Cellulose ethers, especially hydroxypropylmethylcellulose (HPMC) and methylhydroxyethylcellulose (MHEC), have been widely used as cementitious material additives in construction applications. Known for their water-retaining properties, these materials can enhance the workability, rheology and bond strength of cementitious materials. However, their influence on cement hydration is not always clear.
Cement hydration refers to the chemical reaction between water and cementitious materials to produce hydration products such as calcium silicate hydrate (C-S-H) and calcium hydroxide (Ca(OH)2). This process is critical to the development of concrete’s mechanical strength and durability.
The addition of cellulose ethers to cementitious materials can have both positive and negative effects on the hydration process. On the one hand, the water retention performance of cellulose ether can promote the cement to continuously obtain water for reaction, thereby increasing the speed and degree of hydration. This shortens setting time, accelerates strength development and improves the overall properties of the concrete.

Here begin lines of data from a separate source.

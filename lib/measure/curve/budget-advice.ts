import type { BudgetComponent, UncertaintyBudget } from "@/lib/measure/types";

/** What a tester can do about each part; follows "…, …: ". */
const REMEDY: Readonly<Record<BudgetComponent, string>> = {
  mass: "weigh the car as driven and write the scale's uncertainty on the vehicle sheet",
  "speed scale": "log a GPS speed, or state a measured rolling circumference with its uncertainty",
  wind: "drive both directions, on a calmer day",
  grade: "drive both directions over the same stretch and log position",
  "rolling and air resistance": "let the car roll longer after each pull",
  "engine inertia": "write the engine's inertia with its uncertainty on the vehicle sheet",
  "wheel inertia": "write the wheels' inertia with its uncertainty on the vehicle sheet",
  "mesh efficiency": "write the efficiency of this driveline with its uncertainty on the vehicle sheet",
  weather: "read pressure and temperature at the car with better instruments",
  smoothing: "log faster, or with a finer speed channel",
  repeatability: "drive more runs",
};

/** The largest part of a budget, what would shrink it, and the ± in percent that would be left without it. Null when empty. */
export function budgetAdvice(
  budget: UncertaintyBudget,
): { component: BudgetComponent; remedy: string; leftPct: number } | null {
  const largest = [...budget.parts].sort((a, b) => b.standard_pct - a.standard_pct)[0];
  if (!largest) return null;
  const rest = budget.parts.filter((part) => part !== largest).map((part) => part.standard_pct);
  return {
    component: largest.component,
    remedy: REMEDY[largest.component],
    leftPct: budget.coverage_factor * Math.hypot(...rest),
  };
}

/** A part's name as it begins a line. The speed scale is where the rolling circumference comes in. */
export function componentName(component: BudgetComponent): string {
  if (component === "speed scale") return "Rolling circumference, speed scale";
  return component[0].toUpperCase() + component.slice(1);
}

/** The advice as a sentence. */
export function adviceSentence(budget: UncertaintyBudget): string | null {
  const advice = budgetAdvice(budget);
  if (!advice) return null;
  const [now, left] = [budget.expanded_pct, advice.leftPct].map((pct) => pct.toFixed(1));
  return `${componentName(advice.component)} is the largest part. To shrink it, ${advice.remedy}; were it known exactly, ± ${now} % would be ± ${left} %.`;
}
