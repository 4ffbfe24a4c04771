import "server-only";
import { randomUUID } from "node:crypto";
import { unstable_rethrow } from "next/navigation";
import type { z } from "zod";
import { type Person, requireAskerOrThrow, requireCtxOrThrow } from "@/lib/auth/current";
import { errorBody, requireOwnOrigin } from "@/lib/http/respond";
import type { Asker } from "@/lib/services/asker";
import type { Ctx } from "@/lib/services/ctx";

/** What a form shows after it was sent. */
export interface FormState<T = unknown> {
  ok: boolean;
  message?: string;
  /** Plain sentences by field name. */
  fields?: Record<string, string[] | undefined>;
  value?: T;
}

async function asFormState<T>(work: () => Promise<T>): Promise<FormState<T>> {
  try {
    await requireOwnOrigin();
    return { ok: true, value: await work() };
  } catch (error) {
    unstable_rethrow(error);
    const { body } = errorBody(error, randomUUID());
    return { ok: false, message: String(body.message), fields: body.fields as FormState["fields"] };
  }
}

/** As runFormAction, for a person outside any one workspace: their account, a new workspace, an invitation. */
export async function runPersonAction<Input, T>(
  schema: z.ZodType<Input>,
  input: unknown,
  work: (as: { asker: Asker; person: Person }, input: Input) => Promise<T>,
): Promise<FormState<T>> {
  return await asFormState(async () => work(await requireAskerOrThrow(), schema.parse(input)));
}

/** As runFormAction, for somebody who is not signed in: asking for a link, using it. */
export async function runOpenAction<Input, T>(
  schema: z.ZodType<Input>,
  input: unknown,
  work: (input: Input) => Promise<T>,
): Promise<FormState<T>> {
  return await asFormState(async () => work(schema.parse(input)));
}

/**
 * Runs a verb for a form: origin, session, schema, verb; errors become sentences. A redirect inside `work` passes through.
 * @param input what the form sent, unparsed
 */
export async function runFormAction<Input, T>(
  schema: z.ZodType<Input>,
  input: unknown,
  work: (ctx: Ctx, input: Input) => Promise<T>,
): Promise<FormState<T>> {
  return await asFormState(async () => work(await requireCtxOrThrow(), schema.parse(input)));
}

Cellulose ether can also act as a protective colloid to prevent the aggregation and settlement of cement particles. This results in a more uniform and stable microstructure, which further enhances the mechanical and durable properties of concrete.
On the other hand, excessive use of cellulose ethers can negatively affect cement hydration. Because cellulose ether is partially hydrophobic, it blocks the ingress of water into the gelling material, resulting in delayed or incomplete hydration. This results in a reduction in the strength and durability of the concrete.
If the concentration of cellulose ether is too high, it will occupy the space in the cement slurry that should be filled by cement particles. As a result, the total solids content of the slurry will decrease, resulting in reduced mechanical properties. Excess cellulose ethers can also act as a barrier, preventing the interaction between cement particles and water, further slowing down the hydration process.
It is crucial to determine the optimal amount of cellulose ether to use to improve the properties of the gelled material while avoiding any negative impact on hydration. The amount depends on many factors, such as the type of cellulose ether, cement composition, water-cement ratio and curing conditions.
Cellulose ethers, especially HPMC and MHEC, can have a positive effect on cement hydration, depending on their concentration and the specific composition of the cementitious material. The amount of cellulose ether used must be carefully considered to achieve the desired properties without compromising the properties of the concrete. With proper use and optimization, cellulose ethers can contribute to the development of more durable, long-lasting and sustainable construction materials.